I could have happily gone through my educational career without these particular insights. I could even have written my dissertation on representations of sexual violence without the added expertise of lived experience.

Safer spaces

Having finished my PhD, I now leave UBC behind, hoping that in some small measure, they have become a better place for survivors because I and others have spoken up, and because panels like the one I was privileged to be a part of are doing the work that they are doing. I am aware of the fact that the increased scrutiny of the university’s response to sexual assault has been a nightmare for students, faculty, staff, and administrators alike.

But I don’t think that the fact that UBC is currently under pressure to respond thoughtfully is a bad thing. Following the publication of his book Missoula: Rape and the Justice System in a College Town, Jon Krakauer faced incredible amounts of backlash by the town of Missoula itself, by the University of Montana, and by the police force.

As reported by Jacob Baynham on Outside Onlineone woman left this comment on Krakauer’s Facebook page: “I am so disappointed in the title of your book. I hate to see a lovely town’s reputation get destroyed.”

But as Krakauer points out, Missoula is just one example of the epidemic of sexual violence across America. Missoula could just as easily be Stanford, could just as easily be here in Vancouver. But the conversation sparked by such intense scrutiny has, at least as far as is being reported, created actual change.

After a town hall forum in Missoula, Baynham reports that Krakauer was asked if he’d send his daughter to the University of Montana. “I would,” he said. “I think the university is safer now than most schools. Missoula is a lot better than most places. You have this big problem, but you’ve gone a long way toward fixing it.”

I think that the University of British Columbia, and other Canadian universities that have recently made headlines, can be Missoulas: not the schools to be made painful and humiliating examples of, but the schools that pave the way for comprehensive change at all levels of administration and campus life. And they can do so in a way that does not simply prioritize supporting sexual assault survivors because it will look like a better strategy for fundraising.

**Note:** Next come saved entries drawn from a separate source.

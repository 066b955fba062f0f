"""Substances and stock solutions."""

from __future__ import annotations

from dataclasses import dataclass

from builder.records.conversion import MolarMass, Temperature
from builder.records.record import Part, Record
from builder.records.terms import ExposureKind, PartTrust, Signal, Trust


@dataclass(frozen=True, slots=True, kw_only=True)
class ExposureLimit:
    """One occupational exposure limit; `value` is in `unit`, both as printed."""

    body: str
    kind: ExposureKind
    value: float
    unit: str
    trust: Trust
    source: str | None = None
    note: str | None = None


@dataclass(frozen=True, slots=True, kw_only=True)
class ChemicalTrust:
    """How each part of a chemical's record is known."""

    identity: PartTrust
    boiling_point: PartTrust
    ghs: PartTrust


@dataclass(frozen=True, slots=True, kw_only=True)
class Chemical(Record):
    """One substance or stock solution. H and pictogram codes are in capitals; their records are not."""

    name: str
    hazardous: bool
    signal: Signal
    trust: ChemicalTrust
    synonyms: tuple[str, ...] = ()
    formula: str | None = None
    cas: tuple[str, ...] = ()
    role: str | None = None
    molar_mass: MolarMass | None = None
    boiling_point: Temperature | None = None
    boiling_point_solution: str | None = None
    parts: tuple[Part, ...] = ()
    groups: tuple[str, ...] = ()
    h_codes: tuple[str, ...] = ()
    pictograms: tuple[str, ...] = ()
    exposure_limits: tuple[ExposureLimit, ...] = ()
    precaution: str | None = None
    never_capped: bool | None = None
    waste: str | None = None
    first_action: str | None = None
    containers_note: str | None = None
    note: str | None = None
    source: tuple[str, ...] = ()
    pending: tuple[str, ...] = ()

Call me an idealist, but I think it’s possible. And there are so many people, myself included, who want to make that happen. There are countless people with whom our panel consulted of the course of our work. UBC’s draft sexual assault policy has been released, and both campus and community stakeholders are invited to give feedback here.

But for now, I take my leave from my alma mater, look for brave new worlds. There is so much anti-violence work out there to do, and I will continue to do it. May the development of the UBC sexual assault policy and the action plan be an honest process, tempered by humility and by courage.

For all of the survivors of sexual assault who live and work at UBC and at campuses across Canada: I am in awe of you, I believe you, and I am here for you.